## [Exercise objective]
Retype the listing without any alteration.

## [Supplied records]
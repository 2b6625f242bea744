"""Coverage of confidence ellipses by simulation, closed forms, and refusals."""

import math

import numpy as np
import pytest
from steadfield.algorithms.numeric.centre_confidence import (
    centre_covariance,
    chance_of_distance,
    confidence_ellipse,
)
from steadfield.algorithms.numeric.centres import deviation_ellipse, mean_centre
from steadfield.algorithms.numeric.errors import CancelledError


def coverage(draw, truth, runs, seed):
    rng = np.random.default_rng(seed)
    held = 0
    for _ in range(runs):
        ellipse = confidence_ellipse(*draw(rng), draws=399, rng=rng)
        held += bool(ellipse.contains(*truth))
    return held / runs


def test_confidence_ellipse_covers_the_true_centre_95_times_in_100():
    # Standard error of the estimated coverage: sqrt(0.95 * 0.05 / 1500) = 0.6 %.
    def gaussian(rng):
        return rng.normal(size=(2, 40)) * np.array([[400.0], [150.0]])

    def skewed_and_weighted(rng):
        x, y = rng.gamma(2.0, 100.0, 90), rng.normal(0, 50.0, 90)
        return x, 0.5 * x + y, rng.uniform(0.5, 2.0, 90)

    assert coverage(gaussian, (0.0, 0.0), 1500, 21) == pytest.approx(0.95, abs=0.02)
    assert coverage(skewed_and_weighted, (200.0, 100.0), 1500, 22) == pytest.approx(0.95, abs=0.02)


def test_confidence_ellipse_covers_when_contributors_have_several_records():
    # Records of one household stand together; taken as independent they would promise too much.
    def households(rng):
        homes = rng.normal(0, 300.0, size=(60, 2))
        label = np.repeat(np.arange(60), rng.integers(1, 6, 60))
        places = homes[label] + rng.normal(0, 20.0, size=(len(label), 2))
        return places[:, 0], places[:, 1], None, label

    def as_if_independent(rng):
        return households(rng)[:2]

    assert coverage(households, (0.0, 0.0), 1000, 23) == pytest.approx(0.95, abs=0.02)
    assert coverage(as_if_independent, (0.0, 0.0), 300, 24) < 0.85


def test_confidence_ellipse_of_many_records_is_the_normal_one():
    # For large n the ellipse tends to chi-square(2) at 95 %, 5.991, times covariance / n
    # (Hotelling).
    rng = np.random.default_rng(9)
    x, y = rng.normal(size=(2, 20_000)) * np.array([[400.0], [150.0]])
    ellipse = confidence_ellipse(x, y, draws=1999, rng=rng)
    spread = deviation_ellipse(x, y)
    factor = math.sqrt(5.991 / 20_000)
    # The 95 % point of 1,999 draws of T^2 is known to about 2.5 %, its root to half of that.
    assert ellipse.semi_major == pytest.approx(factor * spread.semi_major, rel=0.04)
    assert ellipse.semi_minor == pytest.approx(factor * spread.semi_minor, rel=0.04)


def test_centre_covariance_of_equal_weights_is_the_covariance_over_n():
    x, y = np.random.default_rng(6).normal(size=(2, 50))
    assert centre_covariance(x, y) == pytest.approx(np.cov(x, y, bias=True) / 50)


def test_chance_of_a_distance_is_uniform_when_nothing_moved():
    # 2,000 pairs: a share of 5 % is known to 0.5 %.
    rng = np.random.default_rng(12)
    chances = []
    for _ in range(2000):
        groups = rng.normal(size=(2, 2, 80)) * np.array([[400.0], [150.0]])
        first, second = ((mean_centre(*g), centre_covariance(*g)) for g in groups)
        chances.append(chance_of_distance(*first, *second))
    for level in (0.05, 0.5):
        assert np.mean(np.array(chances) < level) == pytest.approx(level, abs=0.02 + 0.02 * level)


def test_chance_of_a_distance_by_hand_and_of_one_place():
    # V_1 + V_2 = diag(2, 8): T^2 = 4 / 2 + 16 / 8 = 4.
    chance = chance_of_distance((0, 0), np.diag([1.0, 4.0]), (2, 4), np.diag([1.0, 4.0]))
    assert chance == pytest.approx(math.exp(-2.0))
    assert math.isnan(chance_of_distance((0, 0), np.zeros((2, 2)), (2, 4), np.zeros((2, 2))))


def test_the_same_generator_gives_the_same_ellipse():
    x, y = np.random.default_rng(1).normal(size=(2, 30))
    first = confidence_ellipse(x, y, rng=np.random.default_rng(5))
    assert first == confidence_ellipse(x, y, rng=np.random.default_rng(5))


def test_no_confidence_ellipse_where_nothing_can_be_said():
    rng = np.random.default_rng(0)
    assert confidence_ellipse([1.0], [2.0], rng=rng) is None
    assert confidence_ellipse([1.0, 2.0], [2.0, 5.0], rng=rng) is None
    assert confidence_ellipse([3.0] * 9, [4.0] * 9, rng=rng) is None
    line = np.arange(20.0)
    assert confidence_ellipse(line, 2 * line, rng=rng) is None


def test_bootstrap_can_be_cancelled():
    def cancel(share):
        raise CancelledError

    x, y = np.random.default_rng(1).normal(size=(2, 30))
    with pytest.raises(CancelledError):
        confidence_ellipse(x, y, rng=np.random.default_rng(1), progress=cancel)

## [Solved exercise]
repository 2b6625f242bea744
"""Coverage of confidence ellipses by simulation, closed forms, and refusals."""

import math

import numpy as np
import pytest
from steadfield.algorithms.numeric.centre_confidence import (
    centre_covariance,
    chance_of_distance,
    confidence_ellipse,
)
from steadfield.algorithms.numeric.centres import deviation_ellipse, mean_centre
from steadfield.algorithms.numeric.errors import CancelledError


def coverage(draw, truth, runs, seed):
    rng = np.random.default_rng(seed)
    held = 0
    for _ in range(runs):
        ellipse = confidence_ellipse(*draw(rng), draws=399, rng=rng)
        held += bool(ellipse.contains(*truth))
    return held / runs


def test_confidence_ellipse_covers_the_true_centre_95_times_in_100():
    # Standard error of the estimated coverage: sqrt(0.95 * 0.05 / 1500) = 0.6 %.
    def gaussian(rng):
        return rng.normal(size=(2, 40)) * np.array([[400.0], [150.0]])

    def skewed_and_weighted(rng):
        x, y = rng.gamma(2.0, 100.0, 90), rng.normal(0, 50.0, 90)
        return x, 0.5 * x + y, rng.uniform(0.5, 2.0, 90)

    assert coverage(gaussian, (0.0, 0.0), 1500, 21) == pytest.approx(0.95, abs=0.02)
    assert coverage(skewed_and_weighted, (200.0, 100.0), 1500, 22) == pytest.approx(0.95, abs=0.02)


def test_confidence_ellipse_covers_when_contributors_have_several_records():
    # Records of one household stand together; taken as independent they would promise too much.
    def households(rng):
        homes = rng.normal(0, 300.0, size=(60, 2))
        label = np.repeat(np.arange(60), rng.integers(1, 6, 60))
        places = homes[label] + rng.normal(0, 20.0, size=(len(label), 2))
        return places[:, 0], places[:, 1], None, label

    def as_if_independent(rng):
        return households(rng)[:2]

    assert coverage(households, (0.0, 0.0), 1000, 23) == pytest.approx(0.95, abs=0.02)
    assert coverage(as_if_independent, (0.0, 0.0), 300, 24) < 0.85


def test_confidence_ellipse_of_many_records_is_the_normal_one():
    # For large n the ellipse tends to chi-square(2) at 95 %, 5.991, times covariance / n
    # (Hotelling).
    rng = np.random.default_rng(9)
    x, y = rng.normal(size=(2, 20_000)) * np.array([[400.0], [150.0]])
    ellipse = confidence_ellipse(x, y, draws=1999, rng=rng)
    spread = deviation_ellipse(x, y)
    factor = math.sqrt(5.991 / 20_000)
    # The 95 % point of 1,999 draws of T^2 is known to about 2.5 %, its root to half of that.
    assert ellipse.semi_major == pytest.approx(factor * spread.semi_major, rel=0.04)
    assert ellipse.semi_minor == pytest.approx(factor * spread.semi_minor, rel=0.04)


def test_centre_covariance_of_equal_weights_is_the_covariance_over_n():
    x, y = np.random.default_rng(6).normal(size=(2, 50))
    assert centre_covariance(x, y) == pytest.approx(np.cov(x, y, bias=True) / 50)


def test_chance_of_a_distance_is_uniform_when_nothing_moved():
    # 2,000 pairs: a share of 5 % is known to 0.5 %.
    rng = np.random.default_rng(12)
    chances = []
    for _ in range(2000):
        groups = rng.normal(size=(2, 2, 80)) * np.array([[400.0], [150.0]])
        first, second = ((mean_centre(*g), centre_covariance(*g)) for g in groups)
        chances.append(chance_of_distance(*first, *second))
    for level in (0.05, 0.5):
        assert np.mean(np.array(chances) < level) == pytest.approx(level, abs=0.02 + 0.02 * level)


def test_chance_of_a_distance_by_hand_and_of_one_place():
    # V_1 + V_2 = diag(2, 8): T^2 = 4 / 2 + 16 / 8 = 4.
    chance = chance_of_distance((0, 0), np.diag([1.0, 4.0]), (2, 4), np.diag([1.0, 4.0]))
    assert chance == pytest.approx(math.exp(-2.0))
    assert math.isnan(chance_of_distance((0, 0), np.zeros((2, 2)), (2, 4), np.zeros((2, 2))))


def test_the_same_generator_gives_the_same_ellipse():
    x, y = np.random.default_rng(1).normal(size=(2, 30))
    first = confidence_ellipse(x, y, rng=np.random.default_rng(5))
    assert first == confidence_ellipse(x, y, rng=np.random.default_rng(5))


def test_no_confidence_ellipse_where_nothing_can_be_said():
    rng = np.random.default_rng(0)
    assert confidence_ellipse([1.0], [2.0], rng=rng) is None
    assert confidence_ellipse([1.0, 2.0], [2.0, 5.0], rng=rng) is None
    assert confidence_ellipse([3.0] * 9, [4.0] * 9, rng=rng) is None
    line = np.arange(20.0)
    assert confidence_ellipse(line, 2 * line, rng=rng) is None


def test_bootstrap_can_be_cancelled():
    def cancel(share):
        raise CancelledError

    x, y = np.random.default_rng(1).normal(size=(2, 30))
    with pytest.raises(CancelledError):
        confidence_ellipse(x, y, rng=np.random.default_rng(1), progress=cancel)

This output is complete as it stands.